Here, unlike affinity-based clustering, the DBSCAN method identifies five clusters as the optimal number. It can also be observed that some clusters contain only one or two companies.

Visualization

Simultaneously examining the results of the four clustering methods mentioned above can be useful for gaining deeper insights into their performance. The simplest method is to use a heatmap, with companies on the X-axis and clusters on the Y-axis.

def plot_cluster_heatmaps(cluster_results, companies):
    """
    Plots the heatmaps of clustering for all companies
     for different methods side by side.

    Args:
    - cluster_results: a dictionary of cluster labels for each 
       clustering method
    - companies: a list of company names
    - Follow @public account: Data STUDIO for more quality content
    """
    # Extract keys and values from the dictionary
    methods = list(cluster_results.keys())
    labels = list(cluster_results.values())

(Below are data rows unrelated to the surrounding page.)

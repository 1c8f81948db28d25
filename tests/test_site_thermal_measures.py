"""Thermal measures as a design dimension: checks against physics and the trade's limits
(sources beside each check)."""

import dataclasses
from pathlib import Path

import numpy as np
import pytest

from planner import pipeline
from planner.energy.soc import simulate_soc
from planner.errors import InputError
from planner.optimize import solve_fleet
from planner.plan.costing import build_problem
from planner.site.model import model_sites
from planner.site.thermal_measures import catalogue, offered_measures, variant_models
from planner.study.loading import load_study
from planner.thermal.enclosures import get_enclosure

HEADER = "id,region,climate,enclosure,load_w,charging,pv_wp,autonomy_days,heater_setpoint_c,thermal_measures\n"


def _study(tmp_path: Path, rows: str, extra: str = ""):
    (tmp_path / "sites.csv").write_text(HEADER + rows)
    (tmp_path / "s.toml").write_text(
        '[study]\nsites_file = "sites.csv"\nhorizon_years = 10\n'
        '[candidates]\nchemistries = ["lfp", "lto"]\noversize_factors = [1.0, 2.0]\n'
        '[output]\nsensitivity = false\n' + extra)
    study = load_study(tmp_path / "s.toml")
    return study, model_sites(study)


def _plan(study, models):
    designs, hints = pipeline._evaluate_with_measures(study, models)
    return designs, solve_fleet(build_problem(study, models, designs, hints))


def test_cold_site_served_only_with_a_heater(tmp_path):
    # A subarctic cabinet reaches about -33 °C: below the -20 °C discharge limit of
    # lithium-ion and the -30 °C of LTO (common practice / LTO datasheets, from memory:
    # planner/data/chemistries.toml), so no design serves it without a measure.
    row = "C-1,r,subarctic-continental,cabinet-sun,2,pv,80,5,,{}\n"
    study, models = _study(tmp_path, row.format("none"))
    assert models[0].design_temp_c < -30.0
    _, sol = _plan(study, models)
    assert [u.site_id for u in sol.unserved] == ["C-1"]
    reason = sol.unserved[0].reason
    assert "discharge limit" in reason  # the binding limit is named
    assert "cheapest thermal measure that serves it" in reason  # and what would serve it

    study, models = _study(tmp_path, row.format("heater-box"))
    designs, sol = _plan(study, models)
    assert not sol.unserved
    plan = sol.site("C-1")
    assert plan.candidate.thermal_measure == "heater-box"
    heated = designs[0].measure_models["heater-box"]
    heater_wh = heated.heater_power_w
    assert heater_wh.sum() > 0
    # lithium-ion is not charged below 0 °C (common practice): with a measure's heater
    # the heated battery temperature alone decides, never "the heater is on"
    assert not heated.heater_on.any()
    # the heater's energy is part of the load the battery carries, hour by hour
    np.testing.assert_allclose(heated.load_w - models[0].load_w, heater_wh, rtol=0, atol=1e-9)
    # first law over the year with the heater in the load (energy in = out + losses +
    # change in stored energy; delivered + unserved = deficit), 1e-9 relative
    cap = plan.candidate.capacity_wh
    r = simulate_soc(heated.charge_w[:, None], heated.load_w[:, None], np.array([cap]),
                     heated.temp_battery_c[:, None], usable_fraction=0.95, charge_efficiency_frac=0.95,
                     discharge_efficiency_frac=0.96, self_discharge_frac_per_h=2e-5, max_charge_c_rate=0.5,
                     charge_temp_min_c=0.0, heater_on=heated.heater_on[:, None], min_soc_frac=0.2)
    scale = max(r.energy_in_wh[0], r.energy_out_wh[0], cap)
    residual = r.energy_in_wh - r.energy_out_wh - r.losses_wh - r.delta_stored_wh
    assert abs(residual[0]) <= 1e-9 * scale
    deficit = np.maximum(heated.load_w - heated.charge_w, 0.0).sum()
    assert r.energy_out_wh[0] + r.unserved_wh[0] == pytest.approx(deficit, rel=1e-9)


def test_insulated_box_is_a_conductance_in_series(tmp_path):
    # Thermal resistances in series add (Incropera & DeWitt, Fundamentals of Heat and Mass
    # Transfer, thermal circuits): 1/UA = 1/15 + 1/1 W/K for the cabinet and the box.
    study, models = _study(tmp_path, "B-1,r,alpine,cabinet-sun,2,pv,80,5,,insulated-box\n")
    (i, m, variant), = variant_models(study, models, [(0, catalogue(study)["insulated-box"])], keep_all=True)
    cabinet = get_enclosure("cabinet-sun")
    assert variant.enclosure.total_ua_w_k == pytest.approx(1.0 / (1.0 / cabinet.ua_w_k + 1.0 / 1.0), rel=1e-12)
    # a longer time constant smooths the daily swing: the coldest hour is warmer, the
    # hottest cooler (lumped-capacitance response, same reference)
    assert variant.temperatures.battery_min_c > models[0].temperatures.battery_min_c
    assert variant.temperatures.battery_max_c < models[0].temperatures.battery_max_c


def test_measures_offered_only_where_they_can_matter(tmp_path):
    rows = ("H-1,r,hot-desert,cabinet-sun,2,pv,80,5,,\n"      # hot, never below 0 °C
            "H-2,r,hot-desert,shelter,2,pv,80,5,,\n"          # conditioned shelter
            "A-1,r,alpine,cabinet-sun,2,pv,80,5,,\n"          # cold
            "A-2,r,alpine,cabinet-sun,2,pv,80,5,8,\n")        # cold, heater in the sites table
    study, models = _study(tmp_path, rows)
    offered = {(models[i].site.id, m.id) for i, m in offered_measures(study, models)}
    # lithium-ion is not charged below 0 °C (common practice): heaters only where the
    # battery gets colder than that; shade and vaults where it gets hot
    assert ("H-1", "heater-box") not in offered and ("H-1", "sun-shield") in offered
    assert not any(site == "H-2" for site, _ in offered)
    assert ("A-1", "heater-box") in offered and ("A-1", "sun-shield") not in offered
    # a setpoint in the sites table forces today's heater: no heater measure on top
    assert ("A-2", "heater-box") not in offered
    assert models[3].heater_power_w.sum() > 0


def test_measures_switched_off_and_bad_ids(tmp_path):
    study, models = _study(tmp_path, "A-1,r,alpine,cabinet-sun,2,pv,80,5,,\n",
                           '[thermal]\nmeasures = ["none"]\n')
    assert offered_measures(study, models) == []
    # the study loader checks every site's ids with the study's other mistakes, before
    # any site is modelled (a 10,000-site fleet would otherwise fail pieces into the run)
    with pytest.raises(InputError, match="row 2, column thermal_measures.*heated-blanket"):
        _study(tmp_path, "A-1,r,alpine,cabinet-sun,2,pv,80,5,,heated-blanket\n")
    with pytest.raises(InputError, match="row 2, column thermal_measures: 'none' together with vault"):
        _study(tmp_path, "A-1,r,alpine,cabinet-sun,2,pv,80,5,,none;vault\n")


def test_measure_evaluated_only_for_chemistries_it_can_help(tmp_path):
    # A measure changes a decision only through temperature: a chemistry left out for a
    # temperature limit, one whose charging the cold blocks (lithium-ion is not charged
    # below 0 °C, common practice), or one whose life ends by aging. A chemistry that lasts
    # to its service-life limit and is never blocked gains nothing worth a measure.
    from types import SimpleNamespace as NS

    from planner.site.thermal_measures import helped_chemistries

    study, models = _study(tmp_path, "A-1,r,alpine,cabinet-sun,2,pv,80,5,,\n")
    model = models[0]
    assert model.design_temp_c < 0.0

    def outcome(chem, blocked, cause):
        return NS(design=NS(chemistry=chem), charge_blocked_hours=blocked,
                  charge_blocked_cold_hours=blocked, charge_blocked_hot_hours=0.0,
                  limiting_cause=cause)

    box = catalogue(study)["heater-box"]
    capped = NS(excluded={}, outcomes=[outcome("lfp", 0.0, "service-life limit"),
                                       outcome("lto", 0.0, "service-life limit")])
    assert helped_chemistries(study, capped, box, model) == ()
    blocked = NS(excluded={}, outcomes=[outcome("lfp", 120.0, "service-life limit"),
                                        outcome("lto", 0.0, "service-life limit")])
    assert helped_chemistries(study, blocked, box, model) == ("lfp",)
    cold_out = NS(excluded={"lto": "battery reaches -31.0 °C, below the -30 °C discharge limit"},
                  outcomes=[outcome("lfp", 0.0, "calendar")])
    assert helped_chemistries(study, cold_out, box, model) == ("lfp", "lto")


def test_warming_helps_aging_only_where_cold_speeds_it(tmp_path):
    # Warming a battery speeds calendar aging (Arrhenius, common practice) but slows the
    # lithium plating that graphite-anode cells suffer when cycled cold (Waldmann et al.
    # 2014; Schimpe et al. 2018): a heater can only help the aging of a chemistry whose
    # cycle law has that cold branch (lfp here), never of lead-acid.
    from types import SimpleNamespace as NS

    from planner.site.thermal_measures import helped_chemistries, with_chemistries

    study, models = _study(tmp_path, "A-1,r,alpine,cabinet-sun,2,pv,80,5,,\n",
                           '[thermal]\nmeasures = ["heater-box"]\n')
    study = with_chemistries(study, ("vrla", "lfp"))
    model = models[0]
    aging = NS(excluded={}, outcomes=[NS(design=NS(chemistry=c), charge_blocked_hours=0.0,
                                         charge_blocked_cold_hours=0.0,
                                         charge_blocked_hot_hours=0.0, limiting_cause="calendar")
                                      for c in ("vrla", "lfp")])
    warmer = NS(design_temp_c=model.design_temp_c + 10.0, heater_power_w=np.ones(10),
                temperatures=NS(effective_temp_c=model.temperatures.effective_temp_c + 2.0))
    cooler = NS(design_temp_c=model.design_temp_c, heater_power_w=np.zeros(10),
                temperatures=NS(effective_temp_c=model.temperatures.effective_temp_c - 3.0))
    box = catalogue(study)["heater-box"]
    assert helped_chemistries(study, aging, box, model, warmer) == ("lfp",)
    assert helped_chemistries(study, aging, box, model, cooler) == ("vrla", "lfp")
    # a box around today's heater cuts its energy: every chemistry's energy balance gains
    heated = dataclasses.replace(model, heater_power_w=np.full(8760, 5.0))
    boxed = NS(design_temp_c=model.design_temp_c, heater_power_w=np.full(8760, 2.0),
               temperatures=NS(effective_temp_c=model.temperatures.effective_temp_c + 1.0,
                               battery_max_c=model.temperatures.battery_max_c))
    capped = NS(excluded={}, outcomes=[NS(design=NS(chemistry=c), charge_blocked_hours=0.0,
                                          charge_blocked_cold_hours=0.0,
                                          charge_blocked_hot_hours=0.0,
                                          limiting_cause="service-life limit") for c in ("vrla", "lfp")])
    assert helped_chemistries(study, capped, catalogue(study)["insulated-box"], heated, boxed) == ("vrla", "lfp")


def test_heat_blocked_charging_is_helped_by_a_measure_that_cools(tmp_path):
    # A battery management system stops charging above the maximum charge temperature
    # (45 °C for lithium-ion, common practice): a sun shield that lowers the hottest
    # battery hour can win back that charge, whatever limits the pack's life; a heater
    # cannot.
    from types import SimpleNamespace as NS

    from planner.site.thermal_measures import helped_chemistries

    study, models = _study(tmp_path, "D-1,r,hot-desert,cabinet-sun,3,pv,60,5,,\n")
    model = models[0]
    hot = NS(excluded={}, outcomes=[NS(design=NS(chemistry="lfp"), charge_blocked_hours=300.0,
                                       charge_blocked_cold_hours=0.0,
                                       charge_blocked_hot_hours=300.0,
                                       limiting_cause="service-life limit")])
    shaded = NS(design_temp_c=model.design_temp_c, heater_power_w=np.zeros(8760),
                temperatures=NS(effective_temp_c=model.temperatures.effective_temp_c,
                                battery_max_c=model.temperatures.battery_max_c - 6.0))
    shield = catalogue(study)["sun-shield"]
    assert "lfp" in helped_chemistries(study, hot, shield, model, shaded)
    assert "lfp" not in helped_chemistries(study, hot, catalogue(study)["heater-box"], model)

    # Define heatmap data for each method
    heatmaps = []
    for i in range(len(methods)):
        heatmap = np.zeros((len(np.unique(labels[i])), len(companies)))
        for j in range(len(companies)):
            heatmap[labels[i][j], j] = 1
        heatmaps.append(heatmap)

    # Plot the heatmaps in a 2x2 grid
    fig, axs = plt.subplots(nrows=2, ncols=2, figsize=(12, 12))

    for i in range(len(methods)):
        row = i // 2
        col = i % 2
        sns.heatmap(heatmaps[i], cmap="Blues", annot=True, fmt="g", xticklabels=companies, ax=axs[row, col])
        axs[row, col].set_title(methods[i])

    plt.tight_layout()
    plt.show()

companies=df_combined.columns
plot_cluster_heatmaps(cluster_results, companies)

However, when trying to compare the results of multiple clustering algorithms, the aforementioned visualization is not very helpful. Finding a better way to represent this graph would be beneficial.

Conclusion

In this article, we explored four different methods of clustering based on the correlation between the stock prices of 20 companies. The goal was to cluster them in a way that reflects their behavior rather than their stock prices. We tried K-means clustering, Agglomerative clustering, Affinity Propagation clustering, and DBSCAN clustering, each with its own strengths and weaknesses. The results showed that all four methods could cluster companies in a way that aligns with their industry or sector, while some methods had higher computational costs than others. Correlation-based clustering methods provide a useful alternative to price-based clustering methods, allowing for clustering based on company behavior rather than stock prices.